• **What this task involves**
From the very first line down to the line containing "r := newRig(t, 2)", write out the material exactly as it appears, and no more.

===============

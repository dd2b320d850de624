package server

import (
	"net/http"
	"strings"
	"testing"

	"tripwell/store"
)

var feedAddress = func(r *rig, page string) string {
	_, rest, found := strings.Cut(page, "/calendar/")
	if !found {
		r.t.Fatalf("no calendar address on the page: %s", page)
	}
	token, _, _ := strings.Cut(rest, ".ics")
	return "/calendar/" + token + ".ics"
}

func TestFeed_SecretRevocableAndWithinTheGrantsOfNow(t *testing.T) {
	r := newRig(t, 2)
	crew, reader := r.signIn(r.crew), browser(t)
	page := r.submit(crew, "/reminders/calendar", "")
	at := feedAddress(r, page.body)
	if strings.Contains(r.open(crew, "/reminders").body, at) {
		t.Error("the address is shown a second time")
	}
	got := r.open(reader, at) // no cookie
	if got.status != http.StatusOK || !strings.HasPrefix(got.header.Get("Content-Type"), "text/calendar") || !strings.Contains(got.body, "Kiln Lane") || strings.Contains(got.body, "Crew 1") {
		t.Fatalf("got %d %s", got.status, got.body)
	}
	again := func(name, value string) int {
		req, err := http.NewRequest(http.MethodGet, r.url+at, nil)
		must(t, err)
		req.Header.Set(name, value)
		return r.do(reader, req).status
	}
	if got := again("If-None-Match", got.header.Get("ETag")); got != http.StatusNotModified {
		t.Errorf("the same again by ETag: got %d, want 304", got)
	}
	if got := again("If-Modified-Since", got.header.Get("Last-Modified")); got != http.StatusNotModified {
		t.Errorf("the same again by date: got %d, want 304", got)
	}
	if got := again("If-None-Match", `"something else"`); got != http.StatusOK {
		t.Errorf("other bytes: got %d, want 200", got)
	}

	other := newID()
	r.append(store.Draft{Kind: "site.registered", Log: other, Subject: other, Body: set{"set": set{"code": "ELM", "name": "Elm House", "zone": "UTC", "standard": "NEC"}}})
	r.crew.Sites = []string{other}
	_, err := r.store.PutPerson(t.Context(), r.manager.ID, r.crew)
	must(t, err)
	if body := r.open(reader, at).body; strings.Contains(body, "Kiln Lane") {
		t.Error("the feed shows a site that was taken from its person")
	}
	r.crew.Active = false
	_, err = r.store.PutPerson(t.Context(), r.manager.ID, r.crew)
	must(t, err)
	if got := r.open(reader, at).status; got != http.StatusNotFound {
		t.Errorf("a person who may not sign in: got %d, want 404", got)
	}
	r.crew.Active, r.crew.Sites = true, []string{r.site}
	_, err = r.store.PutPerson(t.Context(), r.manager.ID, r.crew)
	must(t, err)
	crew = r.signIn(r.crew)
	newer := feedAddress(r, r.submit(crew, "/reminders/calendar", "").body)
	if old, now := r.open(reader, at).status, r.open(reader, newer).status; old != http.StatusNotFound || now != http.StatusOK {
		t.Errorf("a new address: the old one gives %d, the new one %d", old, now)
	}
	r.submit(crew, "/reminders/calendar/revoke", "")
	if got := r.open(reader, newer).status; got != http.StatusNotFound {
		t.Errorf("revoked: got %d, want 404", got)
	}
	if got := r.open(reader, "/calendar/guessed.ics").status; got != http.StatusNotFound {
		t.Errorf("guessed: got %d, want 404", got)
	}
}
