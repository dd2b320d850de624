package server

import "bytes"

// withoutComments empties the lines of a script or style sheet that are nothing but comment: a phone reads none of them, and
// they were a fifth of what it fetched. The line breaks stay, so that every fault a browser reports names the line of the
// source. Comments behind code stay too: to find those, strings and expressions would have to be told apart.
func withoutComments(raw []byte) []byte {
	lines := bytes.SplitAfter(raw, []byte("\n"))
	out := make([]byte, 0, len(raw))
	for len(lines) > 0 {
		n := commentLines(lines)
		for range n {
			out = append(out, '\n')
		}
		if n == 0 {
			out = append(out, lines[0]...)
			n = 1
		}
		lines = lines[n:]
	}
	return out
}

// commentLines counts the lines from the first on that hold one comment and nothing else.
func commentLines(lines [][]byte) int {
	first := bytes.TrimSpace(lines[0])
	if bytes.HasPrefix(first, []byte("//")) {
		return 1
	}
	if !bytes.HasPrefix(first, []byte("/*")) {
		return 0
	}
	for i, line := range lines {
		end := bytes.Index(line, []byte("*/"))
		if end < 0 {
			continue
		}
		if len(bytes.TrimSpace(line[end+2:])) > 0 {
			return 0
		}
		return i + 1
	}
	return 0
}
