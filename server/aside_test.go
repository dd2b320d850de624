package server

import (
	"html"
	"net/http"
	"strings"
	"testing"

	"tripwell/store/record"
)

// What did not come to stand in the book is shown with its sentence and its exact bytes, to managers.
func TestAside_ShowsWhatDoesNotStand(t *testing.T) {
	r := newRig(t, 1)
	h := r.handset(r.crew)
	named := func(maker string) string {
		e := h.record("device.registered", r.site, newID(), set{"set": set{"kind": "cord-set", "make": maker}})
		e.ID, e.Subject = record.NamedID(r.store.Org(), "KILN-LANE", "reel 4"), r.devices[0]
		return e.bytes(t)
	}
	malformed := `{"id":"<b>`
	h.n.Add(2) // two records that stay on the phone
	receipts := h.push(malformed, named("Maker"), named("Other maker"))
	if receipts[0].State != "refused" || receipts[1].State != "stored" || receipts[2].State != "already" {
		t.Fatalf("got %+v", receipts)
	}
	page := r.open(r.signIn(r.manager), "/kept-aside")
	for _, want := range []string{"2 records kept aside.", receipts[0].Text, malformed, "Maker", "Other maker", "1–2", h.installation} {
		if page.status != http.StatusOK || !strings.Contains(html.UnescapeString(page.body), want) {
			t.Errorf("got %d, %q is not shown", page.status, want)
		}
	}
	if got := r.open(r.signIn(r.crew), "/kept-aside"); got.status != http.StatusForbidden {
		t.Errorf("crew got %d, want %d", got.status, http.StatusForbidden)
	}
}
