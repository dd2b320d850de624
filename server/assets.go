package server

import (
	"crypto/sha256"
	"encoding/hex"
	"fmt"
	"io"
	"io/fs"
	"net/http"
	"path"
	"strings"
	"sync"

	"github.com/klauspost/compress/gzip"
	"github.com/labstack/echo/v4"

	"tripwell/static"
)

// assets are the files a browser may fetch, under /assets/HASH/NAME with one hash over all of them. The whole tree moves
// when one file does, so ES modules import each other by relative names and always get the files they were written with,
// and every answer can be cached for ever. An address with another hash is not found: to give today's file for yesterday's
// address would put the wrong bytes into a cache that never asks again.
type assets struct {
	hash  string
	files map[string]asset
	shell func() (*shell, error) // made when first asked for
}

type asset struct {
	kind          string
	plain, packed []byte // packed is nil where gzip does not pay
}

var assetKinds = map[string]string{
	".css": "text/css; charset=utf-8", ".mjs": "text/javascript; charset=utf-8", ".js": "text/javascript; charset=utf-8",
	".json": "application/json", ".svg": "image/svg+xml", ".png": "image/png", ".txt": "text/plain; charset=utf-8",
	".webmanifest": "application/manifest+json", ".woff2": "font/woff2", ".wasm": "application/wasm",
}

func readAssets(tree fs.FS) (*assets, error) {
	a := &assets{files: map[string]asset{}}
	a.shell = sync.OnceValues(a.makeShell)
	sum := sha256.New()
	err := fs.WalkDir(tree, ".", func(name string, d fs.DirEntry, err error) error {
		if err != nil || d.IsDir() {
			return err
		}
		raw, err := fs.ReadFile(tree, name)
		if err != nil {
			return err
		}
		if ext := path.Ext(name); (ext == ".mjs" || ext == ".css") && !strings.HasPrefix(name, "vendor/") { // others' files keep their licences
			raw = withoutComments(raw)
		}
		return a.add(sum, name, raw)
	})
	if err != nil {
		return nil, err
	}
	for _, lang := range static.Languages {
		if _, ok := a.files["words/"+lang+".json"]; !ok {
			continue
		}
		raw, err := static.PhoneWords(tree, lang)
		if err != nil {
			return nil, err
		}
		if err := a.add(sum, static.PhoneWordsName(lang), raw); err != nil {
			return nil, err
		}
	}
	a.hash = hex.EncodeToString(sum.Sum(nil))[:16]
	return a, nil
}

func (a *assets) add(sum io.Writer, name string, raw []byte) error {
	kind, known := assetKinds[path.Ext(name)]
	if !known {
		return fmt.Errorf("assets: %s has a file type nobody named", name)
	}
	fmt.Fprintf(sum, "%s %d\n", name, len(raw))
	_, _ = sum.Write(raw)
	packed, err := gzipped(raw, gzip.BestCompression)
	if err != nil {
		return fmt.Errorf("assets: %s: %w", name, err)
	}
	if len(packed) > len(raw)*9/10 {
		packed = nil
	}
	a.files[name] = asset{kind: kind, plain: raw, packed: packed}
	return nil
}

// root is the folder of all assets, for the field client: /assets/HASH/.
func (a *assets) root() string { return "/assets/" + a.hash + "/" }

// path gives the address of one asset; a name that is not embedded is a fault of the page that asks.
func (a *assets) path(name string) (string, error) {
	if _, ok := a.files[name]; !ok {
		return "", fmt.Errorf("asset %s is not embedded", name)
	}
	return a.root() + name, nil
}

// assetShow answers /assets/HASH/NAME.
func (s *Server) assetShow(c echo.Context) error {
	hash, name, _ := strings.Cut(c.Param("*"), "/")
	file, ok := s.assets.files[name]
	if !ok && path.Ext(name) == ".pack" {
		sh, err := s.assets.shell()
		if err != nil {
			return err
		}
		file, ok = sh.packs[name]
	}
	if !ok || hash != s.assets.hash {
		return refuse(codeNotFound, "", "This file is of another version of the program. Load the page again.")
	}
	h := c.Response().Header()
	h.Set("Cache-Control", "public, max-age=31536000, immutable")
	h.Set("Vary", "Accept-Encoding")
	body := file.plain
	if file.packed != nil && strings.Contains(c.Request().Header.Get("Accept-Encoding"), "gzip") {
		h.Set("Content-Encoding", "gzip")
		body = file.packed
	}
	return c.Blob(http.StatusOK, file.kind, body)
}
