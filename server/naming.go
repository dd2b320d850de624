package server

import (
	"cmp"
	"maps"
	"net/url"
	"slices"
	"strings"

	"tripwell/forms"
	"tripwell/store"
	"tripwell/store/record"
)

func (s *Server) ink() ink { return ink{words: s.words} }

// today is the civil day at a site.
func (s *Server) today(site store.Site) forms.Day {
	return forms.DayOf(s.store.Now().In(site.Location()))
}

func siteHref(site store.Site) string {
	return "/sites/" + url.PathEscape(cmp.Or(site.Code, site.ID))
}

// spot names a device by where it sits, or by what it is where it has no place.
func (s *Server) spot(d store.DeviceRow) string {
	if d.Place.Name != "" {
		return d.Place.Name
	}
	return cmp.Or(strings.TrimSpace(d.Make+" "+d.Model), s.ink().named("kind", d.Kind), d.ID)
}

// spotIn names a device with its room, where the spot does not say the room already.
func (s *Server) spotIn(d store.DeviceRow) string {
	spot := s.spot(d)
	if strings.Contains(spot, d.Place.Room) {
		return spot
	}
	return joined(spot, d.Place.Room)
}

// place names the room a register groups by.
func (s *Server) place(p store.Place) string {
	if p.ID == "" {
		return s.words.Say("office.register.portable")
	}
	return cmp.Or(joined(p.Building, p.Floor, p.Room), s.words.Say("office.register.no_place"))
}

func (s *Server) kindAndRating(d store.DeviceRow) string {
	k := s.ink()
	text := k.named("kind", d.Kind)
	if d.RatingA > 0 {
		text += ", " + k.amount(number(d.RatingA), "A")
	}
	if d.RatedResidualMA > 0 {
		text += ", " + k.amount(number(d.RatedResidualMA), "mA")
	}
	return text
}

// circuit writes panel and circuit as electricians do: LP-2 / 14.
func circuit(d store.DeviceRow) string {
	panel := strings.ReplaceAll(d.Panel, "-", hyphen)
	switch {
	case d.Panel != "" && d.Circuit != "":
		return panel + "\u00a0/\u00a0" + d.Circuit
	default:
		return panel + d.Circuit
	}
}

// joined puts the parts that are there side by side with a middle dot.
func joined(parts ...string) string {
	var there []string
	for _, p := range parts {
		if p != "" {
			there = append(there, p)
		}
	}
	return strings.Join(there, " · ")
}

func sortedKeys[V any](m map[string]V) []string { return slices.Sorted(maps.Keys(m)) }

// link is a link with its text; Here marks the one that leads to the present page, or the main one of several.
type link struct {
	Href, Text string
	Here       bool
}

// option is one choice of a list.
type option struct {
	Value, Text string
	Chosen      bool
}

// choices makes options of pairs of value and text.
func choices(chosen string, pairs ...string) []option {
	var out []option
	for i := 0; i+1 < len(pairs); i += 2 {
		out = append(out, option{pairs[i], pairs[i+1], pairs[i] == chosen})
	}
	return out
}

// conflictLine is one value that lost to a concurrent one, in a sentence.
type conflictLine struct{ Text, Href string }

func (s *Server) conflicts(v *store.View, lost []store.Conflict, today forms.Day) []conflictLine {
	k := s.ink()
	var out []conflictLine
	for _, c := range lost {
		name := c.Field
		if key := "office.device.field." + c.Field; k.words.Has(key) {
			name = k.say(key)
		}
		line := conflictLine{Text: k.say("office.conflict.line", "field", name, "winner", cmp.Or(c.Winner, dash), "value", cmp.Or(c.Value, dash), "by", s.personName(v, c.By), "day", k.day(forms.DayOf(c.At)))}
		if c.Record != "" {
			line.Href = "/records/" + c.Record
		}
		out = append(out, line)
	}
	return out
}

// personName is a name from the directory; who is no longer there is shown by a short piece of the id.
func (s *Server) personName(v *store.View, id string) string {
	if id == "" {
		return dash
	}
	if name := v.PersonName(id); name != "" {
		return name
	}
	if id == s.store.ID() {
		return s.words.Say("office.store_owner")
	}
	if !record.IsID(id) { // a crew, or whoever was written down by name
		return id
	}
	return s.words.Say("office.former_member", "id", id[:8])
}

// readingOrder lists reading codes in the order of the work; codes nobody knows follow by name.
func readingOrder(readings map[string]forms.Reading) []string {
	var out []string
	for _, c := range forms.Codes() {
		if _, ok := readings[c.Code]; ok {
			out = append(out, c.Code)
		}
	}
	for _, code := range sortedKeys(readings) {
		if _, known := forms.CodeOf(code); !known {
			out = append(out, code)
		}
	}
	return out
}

===============

• **Task answer**
repository dd2b320d850de624
package server

import (
	"net/http"
	"strings"
	"testing"

	"tripwell/store"
)

var feedAddress = func(r *rig, page string) string {
	_, rest, found := strings.Cut(page, "/calendar/")
	if !found {
		r.t.Fatalf("no calendar address on the page: %s", page)
	}
	token, _, _ := strings.Cut(rest, ".ics")
	return "/calendar/" + token + ".ics"
}

func TestFeed_SecretRevocableAndWithinTheGrantsOfNow(t *testing.T) {
	r := newRig(t, 2)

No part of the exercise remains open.